# Indoor housing, smell impact?



## Oakelm (Oct 17, 2009)

Hello all,
Looks like I will be moving house this year which means yay bigger shed for the mice but a temporary problem. When I move in I wont have enough spare cash immediately to buy my dream shed with fees and furnishings. My current mice are split between a small wooden shed and a brick built shed, unfortunately neither shed can come with me.
I will have at least one spare bedroom, a garage is not looking likely so I am thinking of around 35 tubs of mice going in there each containing between 1 and 6 mice anything less than this number of tubs isnt going to work with keeping show lines going and producing enough for the snakes, i am very reluctant to thin down any further as it has taken a fair time to build up such a stable colony.

I have never had to house mice inside, i have always had sheds. So honestly guys/girls will i need to invest in a nose peg, should I try everything possible to not have that many in the house? So I guess im looking for the folks that keep large numbers indoors. Im used to a room full of snakes and they can make a smell when they go for it but it airs out easily.
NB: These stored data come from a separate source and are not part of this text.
package job

import (
	"context"
	"errors"
	"fmt"
	"io"
	"math"
	"math/rand/v2"
	"os"
	"path/filepath"
	"slices"
	"strings"

	"gatesill/acquire"
	"gatesill/acquire/rehearsal"
	"gatesill/acquire/table"
	"gatesill/fit"
	"gatesill/report"
	"gatesill/store/record"
)

// demoMark is the file by which the demo knows a folder as its own.
const demoMark = "made-by-gatesill-demo.txt"

// Demo does the whole job on two invented lots: one is measured on a simulated
// bench, the other imported from files; then spread, sort, report, export. The devices, their faults and the
// meters are invented; nothing in it was measured.
//
// A workshop builds a 30 W beacon amplifier. Lot 'spring' is what the bias
// network was designed on; lot 'autumn' came from another dealer.
func Demo(ctx context.Context, env *Env, dir string) error {
	if err := demoFolder(dir); err != nil {
		return err
	}
	env.Store, env.JSON = filepath.Join(dir, "lots.db"), false // what it shows is for people
	d := &demo{env: env, dir: dir, rng: rand.New(rand.NewPCG(7, 2026))}
	for _, step := range []func(context.Context) error{d.files, d.spring, d.autumn} {
		if err := step(ctx); err != nil {
			return err
		}
		if err := ctx.Err(); err != nil {
			return err
		}
	}
	d.next()
	return nil
}

// demoFolder makes the folder, or empties one that an earlier demo made. It
// touches no folder with anything else in it.
func demoFolder(dir string) error {
	entries, err := os.ReadDir(dir)
	switch {
	case errors.Is(err, os.ErrNotExist):
	case err != nil:
		return failed("--out DIR names another folder", "%w", err)
	case len(entries) > 0 && !slices.ContainsFunc(entries, func(e os.DirEntry) bool { return e.Name() == demoMark }):
		return failed("--out DIR names another folder", "%s is not empty, and no earlier demo made it", dir)
	}
	for _, e := range entries {
		if err := os.RemoveAll(filepath.Join(dir, e.Name())); err != nil {
			return failed("", "%w", err)
		}
	}
	if err := os.MkdirAll(filepath.Join(dir, "curves"), 0o755); err != nil {
		return failed("--out DIR names another folder", "%w", err)
	}
	text := "Everything here was made by gatesill demo, from invented devices. It is emptied when the demo runs again.\n"
	return os.WriteFile(filepath.Join(dir, demoMark), []byte(text), 0o644)
}

// demo carries what the steps of the demo share.
type demo struct {
	env *Env
	dir string
	rng *rand.Rand
}

// say prints what happens next, as a command that can be typed.
func (d *demo) say(format string, args ...any) {
	d.env.talk("\n$ gatesill --store %s "+format, append([]any{Quote(d.env.Store)}, args...)...)
}

// demoDevice is one invented device and what is wrong with it.
type demoDevice struct {
	name  string
	model fit.Model
	leak  float64 // A from drain to source
	open  bool
}

// lot draws n devices: threshold and gain with the spread of an ordinary lot.
func (d *demo) lot(prefix string, n int, vt, sd float64) []demoDevice {
	out := make([]demoDevice, n)
	for i := range out {
		out[i] = demoDevice{name: fmt.Sprintf("%s%02d", prefix, i+1), model: fit.Model{
			Vt: vt + sd*d.rng.NormFloat64(), Beta: 3.4 * (1 + 0.04*d.rng.NormFloat64()), N: 1.6, Theta: 0.12, Lambda: 0.008,
		}}
	}
	return out
}

// The circuit of the demo's bench.
const (
	demoRL  = 15.0 // ohm
	demoVDD = 13.8 // V
)

// meter shows x as a handheld of so many counts does on its best range: noise
// of half a count, then rounding.
func (d *demo) meter(x float64, counts float64, tops ...float64) string {
	for _, top := range tops {
		step := math.Pow(10, math.Ceil(math.Log10(top/counts)-1e-9))
		shown := x + step/2*d.rng.NormFloat64()
		if math.Abs(shown) <= top || top == tops[len(tops)-1] {
			digits := max(0, int(math.Round(-math.Log10(step))))
			return fmt.Sprintf("%.*f", digits, math.Round(shown/step)*step)
		}
	}
	return ""
}

// gates are the gate voltages of one hand-turned sweep: steps of about 20 mV.
func (d *demo) gates(from, to float64) []float64 {
	var out []float64
	for v := from; v < to; v += 0.02 + 0.006*(d.rng.Float64()-0.5) {
		out = append(out, v)
	}
	return out
}

// drain gives the current of the device at a gate voltage.
func (t demoDevice) drain(vg float64) float64 {
	if t.open {
		return 0
	}
	return min(t.model.Solve(vg, demoVDD, demoRL)+t.leak, demoVDD/demoRL)
}

// files writes the curve files of lot autumn, one per device.
func (d *demo) files(context.Context) error {
	d.env.talk("Two invented lots of the invented part GX-30, 15 ohm from 13.8 V; nothing here was measured.")
	lot := d.lot("A", 30, 3.01, 0.06)
	for _, i := range []int{3, 11, 17, 26} { // another die at about the same threshold
		lot[i].model.Beta *= 0.5
	}
	lot[8].leak = 0.9e-3
	lot[20].open = true
	lot[23].model.Vt += 0.62
	for _, t := range lot {
		var b strings.Builder
		fmt.Fprintf(&b, "# device: %s\n# RL = 15 ohm, VDD = 13.8 V, 24 C ambient\nVgs (V),Id (mA),V_RL (V)\n", t.name)
		for _, vg := range d.gates(0, 0.021) {
			fmt.Fprintf(&b, "%s,%s,%s\n", d.meter(vg, 6000, 6), d.meter(1e3*t.drain(vg), 6000, 60, 600), d.meter(demoRL*t.drain(vg), 6000, 6, 60))
		}
		top := 3.95
		if t.open {
			top = 4.9 // turned on further, as nothing came
		}
		for _, vg := range d.gates(2.6, top) {
			id := t.drain(vg)
			fmt.Fprintf(&b, "%s,%s,%s\n", d.meter(vg, 6000, 6), d.meter(id*1e3, 6000, 60, 600, 6000), d.meter(id*demoRL, 6000, 6, 60))
		}
		if err := os.WriteFile(filepath.Join(d.dir, "curves", t.name+".csv"), []byte(b.String()), 0o644); err != nil {
			return err
		}
	}
	return nil
}

// springFile writes the curves of lot spring as one long table with semicolons and
// decimal commas.
func (d *demo) springFile(path string, lot []demoDevice) error {
	var long strings.Builder
	long.WriteString("# Steckbrett, 15 Ohm an 13,8 V, 24 °C\nBauteil;U_GS [V];I_D [mA];U_L [V]\n")
	for _, t := range lot {
		for _, vg := range d.gates(2.55, 3.75) {
			id := t.drain(vg)
			row := []string{t.name, d.meter(vg, 6000, 6), d.meter(id*1e3, 6000, 60, 600, 6000), d.meter(id*demoRL, 6000, 6, 60)}
			for i := 1; i < len(row); i++ {
				row[i] = strings.Replace(row[i], ".", ",", 1)
			}
			long.WriteString(strings.Join(row, ";") + "\n")
		}
	}
	return os.WriteFile(path, []byte(long.String()), 0o644)
}

// given are the conditions of the demo's bench, as flags give them.
func (d *demo) given() table.Options {
	return table.Options{Given: record.Condition{
		Circuit: record.Load, RL: record.Known(demoRL), RLTol: record.Known(0.01), VDD: record.Known(demoVDD), Temp: record.Known(24), TempOf: "ambient", Ammeter: "drain",
	}}
}

const demoFlags = "--circuit load --rl 15 --rl-tol 1% --vdd 13.8V --temp 24C --temp-of ambient --ammeter drain"

// quietly runs f without the talk that its step does not need.
func (d *demo) quietly(f func(*Env) error) error {
	quiet := *d.env
	quiet.Out, quiet.Quiet, quiet.JSON = io.Discard, true, false
	return f(&quiet)
}

func (d *demo) spring(ctx context.Context) error {
	part, test, idle := "GX-30", record.Known(10e-3), record.Known(0.25)
	lo, hi, vds := record.Known(2), record.Known(4), record.Known(13.8)
	guard := record.Amount{Value: 2, Unit: "u"}
	supplier, sampled := "first dealer", "all of the bag"
	d.say("lot add spring --part GX-30 --test-current 10mA --idle-current 250mA --test-vds 13.8V --vgsth-min 2 --vgsth-max 4 --guard 2u --supplier 'first dealer' --sampled 'all of the bag'")
	if err := LotAdd(ctx, d.env, "spring", LotEdit{Part: &part, TestCurrent: &test, IdleCurrent: &idle, TestVDS: &vds, VgsthMin: &lo, VgsthMax: &hi, Guard: &guard, Supplier: &supplier, Sampled: &sampled}); err != nil {
		return err
	}
	lot := d.lot("S", 5, 2.92, 0.055)
	if err := d.measure(ctx, lot); err != nil {
		return err
	}
	d.say("spread spring")
	if err := Spread(ctx, d.env, "spring", SheetOptions{Method: "auto"}, false); err != nil {
		return err
	}
	return d.report(ctx, "spring")
}

// measure takes lot spring through the simulated bench, in real time; where there
// are no pseudo-terminals it imports a file instead.
func (d *demo) measure(ctx context.Context, lot []demoDevice) error {
	c, err := rehearsal.Standard(rehearsal.Quick)
	if err != nil {
		return err
	}
	c.RL, c.VDD, c.Devices = demoRL, demoVDD, nil
	rq := SweepRequest{
		Lot: "spring", Mode: acquire.Driven, Rehearsal: true, Simulated: &c,
		From: record.Known(2.55), Step: record.Known(0.05), Given: record.Condition{Temp: record.Known(24), TempOf: "ambient"},
	}
	for _, t := range lot {
		rq.Devices = append(rq.Devices, t.name)
		c.Devices = append(c.Devices, rehearsal.Device{
			Name: t.name, Vt: t.model.Vt, Beta: t.model.Beta, N: t.model.N, Theta: t.model.Theta, Lambda: t.model.Lambda,
			Kappa: 4e-3, Alpha: 1.7, Rth: 1.5, Tau: 20,
		})
	}
	d.say("sweep spring %s --rehearsal --drive --from 2.55 --step 50mV --temp 24C", strings.Join(rq.Devices, " "))
	err = Sweep(ctx, d.env, rq)
	if !errors.Is(err, rehearsal.ErrNoTerminals) {
		return err
	}
	file := filepath.Join(d.dir, "curves", "spring.csv")
	d.env.talk("this system has no pseudo-terminals for a simulated bench: a file instead")
	if err := d.springFile(file, lot); err != nil {
		return err
	}
	d.say("import spring %s %s", Quote(file), demoFlags)
	return Import(ctx, d.env, ImportRequest{Lot: "spring", Files: []string{file}, Table: d.given()})
}

func (d *demo) autumn(ctx context.Context) error {
	part, supplier, sampled := "GX-30", "second dealer", "all of the bag"
	d.say("lot add autumn --part GX-30 --supplier 'second dealer' --sampled 'all of the bag'")
	if err := LotAdd(ctx, d.env, "autumn", LotEdit{Part: &part, Supplier: &supplier, Sampled: &sampled}); err != nil {
		return err
	}
	files, err := filepath.Glob(filepath.Join(d.dir, "curves", "A*.csv"))
	if err != nil {
		return err
	}
	d.say("import autumn %s %s", filepath.Join(d.dir, "curves", "A*.csv"), demoFlags)
	if err := d.quietly(func(env *Env) error {
		return Import(ctx, env, ImportRequest{Lot: "autumn", Files: files, Table: d.given()})
	}); err != nil {
		return err
	}
	d.env.talk("%d files stored", len(files))
	d.say("spread autumn")
	if err := Spread(ctx, d.env, "autumn", SheetOptions{Method: "auto"}, false); err != nil {
		return err
	}
	d.say("sort autumn --width 50mV")
	if err := Sort(ctx, d.env, "autumn", SheetOptions{Method: "auto"}, SortRequest{Width: "50mV"}); err != nil {
		return err
	}
	return d.report(ctx, "autumn")
}

func (d *demo) report(ctx context.Context, lot string) error {
	for _, out := range []struct {
		verb, file string
		write      func(string) error
	}{
		{"report", lot + ".html", func(p string) error {
			return Report(ctx, d.env, lot, p, "", SheetOptions{Method: "auto"}, CompareRequest{})
		}},
		{"export", lot + ".csv", func(p string) error { return Export(ctx, d.env, lot, p, false, SheetOptions{Method: "auto"}) }},
	} {
		path := filepath.Join(d.dir, out.file)
		d.say("%s %s -o %s", out.verb, lot, Quote(path))
		if err := out.write(path); err != nil {
			return err
		}
	}
	return nil
}

// next says what to try now.
func (d *demo) next() {
	s := Quote(d.env.Store)
	d.env.talk(`
Look at %s in a browser, then try:
  gatesill --store %s device show A09 --lot autumn
  gatesill --store %s device exclude A21 --lot autumn --reason 'open'
  gatesill --store %s sort spring --by vgsth --bins 3
  gatesill import bag1 YOUR-FILE.csv --dry-run
(go install ./cmd/gatesill puts gatesill on your path; until then type go run ./cmd/gatesill in its place.)`, report.Clean(filepath.Join(d.dir, "autumn.html")), s, s, s)
}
All my tubs are lab style tubs, with shavings and hay, i clean once a week (twice in the summer) I dont mind the smell of mice but dont fancy every visitor being able to smell nothing but mice, can you easily smell them from behind a closed door with the window always open?

Im hoping it will only be for around 8-12 weeks but if it is going to be eye watering then something else will have to give in order to get them setup sooner and I know that will end up being one of my higher end snakes.


----------



## Mionemouse (Aug 21, 2013)

Sorry I can't help as I have never kept more than three does (although they have always been indoors), but I just wanted to say that I hope the transition is less smelly than you are anticipating and that you don't have to sell one of your snakes. Would it be possible for you to keep your bucks in a separate space, perhaps a room as far away as possible from any reception rooms where guests will be entertained?


----------



## NikiP (May 7, 2013)

What do you currently use for bedding? If you don't use them already, alfalfa pellets for the win! Use a layer on the bottom before putting in you main bedding, I do about 1" of pellets & then several inches of aspen on top. Buying at a farm & garden stores cuts down on the price rather then buying rabbit food from a pet store.


----------



## Awaiting_Abyss (Nov 19, 2012)

I keep all of my mice inside. I only have 3 male mice (2 are still quite young) and 18 females and 7 unsexed newborns, but in addition to my mice I have gerbils, hamsters, rats, degus and a snake all in the spare room. The room itself smells if I don't keep up with keeping every single cage clean... if one cage smells, it smells up the whole room as if every cage smells. It always has the smell of bedding and food otherwise. I use kiln-dried pine as bedding now for everyone. I still have some Carefresh Ultra and aspen bedding that I've been using for my mice, but once that's used up I'm going to be switching everyone over to kiln-dried pine. I keep the room door closed at all times unless I'm in the room (partially because of the smell, but mostly because I have cats who refuse to leave my rodents alone), and I use one of those scented oil plug-ins in the living room area (which is right outside the critter room).


----------



## SarahC (Oct 3, 2008)

I used to keep them indoors and they did smell,not horrendous but it was noticeable. I kept them in the spare room with the door shut and the window open.Escapees were a bigger problem than odour.


----------



## Onyx (May 2, 2010)

I used to keep mine in a spare room along with some rats. They did smell, but it was of bedding and food rather than the ammonia smell of dirty bedding. It just means there is a lot of upkeep and maybe more of a regular maintenance routine than you have in a shed. Like SarahC said, a window open is a must, as well as smell, it's good for them to get a breath of fresh air on all but the coldest of days. You may need to experiment with bedding. Some males smell worse than others naturally, they may need a different bedding to others until you have that dream shed put up and kitted out  I hope it goes well for you though! Keep us up to date  x


----------



## Oakelm (Oct 17, 2009)

Thanks guys, i dont think it will be as bad as im thinking, I had instant brain wave last night thinking of ways to reduce smell and I remembered my brother has an air purifier, a good one with a hepa filter, its designed for a whole house it a mega powerful one but he uses in his garage on classic cars to remove pet and must smells. He has agreed to let me borrow it for 3 months when I do move, I have been in a before and after car and it did make an impact.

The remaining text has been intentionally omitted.